Dear founder,
When founders talk about due diligence, they usually mean the kind of insight a potential acquirer wants into the business. Rarely do founders talk about the reverse: the sort of insight a founder would want into the acquiring company.
At FeedbackPanda, we wondered why there were so few resources on vetting your potential acquirer. We built our own system and applied it to every acquirer that came our way. I’m sharing this system today in a blog post called So You Got an Offer: How to Do Due Diligence on Your Potential Acquirer.
Here are a few takeaways:
- Lawyers: Get them when you start signing irreversible documents, not before. Not every potential buyer is worth the legal fees.
- Make a List, Check it Twice: Research the acquirer, find who sold to them in the past. Ask for references. Make a list of who you want to talk to. Get a list of who your acquirer wants you to talk to. Then, talk to the names that are only on your list first. Then the rest. This approach will surface problems quickly.
- In phone or video calls with references, ask for how the transition went, how the team was treated, how goals were aligned, how much the acquirer needed to be taught.
- Do a background check on the money. Are the funds clean? Are you okay with who pays for the acquisition?
I also list all the red flags we checked for in our seller-side due diligence process in the blog post. There are a few things that should make you question if you want to go through with the process, mostly centered around communication problems and power asymmetries.
In the end, it’s all about trust. You need to build trust with the acquirer, and they need to trust you. Be honest, expect honesty, and things will be as smooth and transparent as they can be.
Read the full article on the blog: So You Got an Offer: How to Do Due Diligence on Your Potential Acquirer.
In other news, I finally started working on a passion project of mine. Before I even started writing for The Bootstrapped Founder, I had this idea of sharing my experiences with stress and anxiety. Mental health was one of the things that people didn’t talk about much in the past. Only recently has there been a change in the collective psyche of the startup world to take this seriously.
During my time running FeedbackPanda, I experienced all kinds of emotional upheaval. Anxiety, fear, stress, trouble sleeping, all these things wore down on me at some point during my journey. While I experienced these things, I took notes and made remarks, but I never had the chance to reflect on that entirely. Until now.
I have started publishing a new series called The Emotional Journey of a Bootstrapped Founder, and the first article in this series is about the Fear of Slippery Slope. I had to deal with that fear a lot, as I was responsible both for fixing problems with the tech stack as well as talking to our customers and telling them that their problems would be solved. Through that, I developed a pavlovian panic response to the sound of error emails or Intercom conversations coming in.
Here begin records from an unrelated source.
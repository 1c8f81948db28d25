"""Kusuda-Achenbach ground temperature."""

import math

import numpy as np
import pytest
from hypothesis import given, settings
from hypothesis import strategies as st

from planner.thermal import ground

ALPHA = 0.0432   # m2/day = 5e-7 m2/s, a moist soil (from memory)
P = 365.0


def test_damping_and_phase_lag_at_one_metre():
    # Kusuda & Achenbach 1965: amplitude ratio exp(-z sqrt(pi/(alpha P))) and lag
    # (z/2) sqrt(P/(pi alpha)) days. Computed by hand for z = 1 m, alpha = 0.0432 m2/day:
    # sqrt(pi / 15.768) = 0.44636 -> ratio 0.6400; lag = 0.5 * sqrt(365 / 0.135717) = 25.93 d.
    assert ground.amplitude_ratio(1.0, ALPHA, P) == pytest.approx(math.exp(-0.446363), rel=1e-5)
    assert ground.phase_lag_days(1.0, ALPHA, P) == pytest.approx(25.930, abs=0.005)


def test_damping_depth_of_moist_soil():
    # d = sqrt(2 alpha / omega) for the annual wave; for 5e-7 m2/s this is 2.24 m
    # (heat-conduction texts give ~2-3 m annual damping depth in moist soil: common practice).
    alpha_m2_s = 5e-7
    omega = 2 * math.pi / (365 * 86400)
    assert ground.damping_depth_m(ALPHA, P) == pytest.approx(math.sqrt(2 * alpha_m2_s / omega),
                                                             rel=1e-3)


def test_profile_extremes_match_damping_and_lag():
    days = np.arange(0, 365, 0.01)
    for z in (0.5, 1.0, 2.0, 4.0):
        t = ground.kusuda_achenbach_temp_c(z, days, mean_surface_temp_c=8.0, amplitude_k=12.0,
                                           day_of_minimum=30.0, diffusivity_m2_day=ALPHA)
        half_range = (t.max() - t.min()) / 2
        assert half_range == pytest.approx(12.0 * math.exp(-z * math.sqrt(math.pi / (ALPHA * P))),
                                           rel=1e-6)
        day_min = days[np.argmin(t)]
        lag = z / 2 * math.sqrt(P / (math.pi * ALPHA))
        assert (day_min - 30.0 - lag + P / 2) % P - P / 2 == pytest.approx(0.0, abs=0.01)
        assert t.mean() == pytest.approx(8.0, abs=1e-3)


@settings(max_examples=30, deadline=None)
@given(z=st.floats(0.2, 5.0), t=st.floats(0, 365), alpha=st.floats(0.02, 0.1))
def test_solves_the_heat_equation(z, t, alpha):
    # The profile satisfies dT/dt = alpha d2T/dz2 (Fourier's heat equation), checked
    # with central finite differences.
    kw = dict(mean_surface_temp_c=5.0, amplitude_k=10.0, day_of_minimum=15.0,
              diffusivity_m2_day=alpha)
    h_t, h_z = 1e-2, 1e-2
    def f(zz, tt):
        return ground.kusuda_achenbach_temp_c(zz, tt, **kw)

    dt = (f(z, t + h_t) - f(z, t - h_t)) / (2 * h_t)
    d2z = (f(z + h_z, t) - 2 * f(z, t) + f(z - h_z, t)) / h_z ** 2
    assert dt == pytest.approx(alpha * d2z, abs=1e-3 + 1e-3 * abs(dt))


def test_surface_boundary_condition():
    days = np.linspace(0, 365, 50)
    t0 = ground.kusuda_achenbach_temp_c(0.0, days, mean_surface_temp_c=3.0, amplitude_k=9.0,
                                        day_of_minimum=25.0)
    np.testing.assert_allclose(t0, 3.0 - 9.0 * np.cos(2 * np.pi * (days - 25.0) / 365.0))


def test_annual_harmonic_recovers_a_sinusoid():
    days = (np.arange(8760) + 0.5) / 24
    temp = 12.0 - 9.0 * np.cos(2 * np.pi * (days - 20.0) / 365.0)
    temp = temp + 4.0 * np.sin(2 * np.pi * days)          # a diurnal cycle does not matter
    mean, amp, day_min = ground.annual_harmonic(temp)
    assert mean == pytest.approx(12.0, abs=1e-9)
    assert amp == pytest.approx(9.0, abs=1e-3)
    assert day_min == pytest.approx(20.0, abs=0.05)
    both = ground.annual_harmonic(np.c_[temp, temp + 1])
    np.testing.assert_allclose(both[0], [12.0, 13.0])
It took me a while to reframe my thinking, and the article will explain how I did it and what actions I took to reduce the chances of it happening again.
I will continue to release articles in this series from time to time. There are a lot of emotional states to cover throughout the journey of a bootstrapped founder, that’s for sure.
What Happened in the Bootstrapped World
I found myself looking at some startup playbooks recently. While “Definitive” and “Ultimate” guides are abundant, I could only find a handful of reasonable resources that describe the inner workings of successful businesses without being an obvious marketing play. Most of those take the form of employee handbooks and are usually very specific to the businesses that issue them.
This week, I will share a list of those insightful resources so you can bookmark or read them for when you need some inspiration for your own entrepreneurial journey.
The biggest and most renowned bootstrapped player in this field is Basecamp, with its open-source handbook. It offers an in-depth glimpse into the social fabric that makes Basecamp the well-oiled sustainable machine it is. From product explanations to who does what, the handbook shows a level of detail and operational awareness that is very admirable.
The Gitlab employee manual is just as detailed. It spells out every role, names the responsible people, and expands what they do, and why. It’s a living, breathing document that shows how a remote-first company spreads its culture and keeps knowledge and processes aligned. Every section clearly communicates how feedback is supposed to be presented, leading to a remarkable clarity of communication: a must-have in a remote company.
Netflix has an extensive Culture document (and a Reference Guide) that highlights how interactions between colleagues are expected to happen. Core concepts are explained in detail, while company goals and aspirations are made manifest through the behaviors that employees are expected to exhibit.
HubSpot’s Culture Code comes as a slide deck. It’s a fun, aspirational document that makes it clear from day one that HubSpot is passionate about their customer’s success. The empathetic self-awareness of this document shows clearly that they expect employees to have their heart in it.
Trello uses the ultimate dogfooding approach to their employee manual: they offer a template as a publicly available Trello board. While their internal version is private, the structure of the template alone is interesting and thought-provoking.
While much more corporate, the Atlassian Team Playbook contains a multitude of step-by-step plays ranging from conducting customer interviews to mind-mapping an idea. It is process-focussed and can be applied to any team. It seems to have grown from Atlassian’s internal practices. It’s an excellent resource for later-stage businesses, but even a newly created business might benefit from many plays there.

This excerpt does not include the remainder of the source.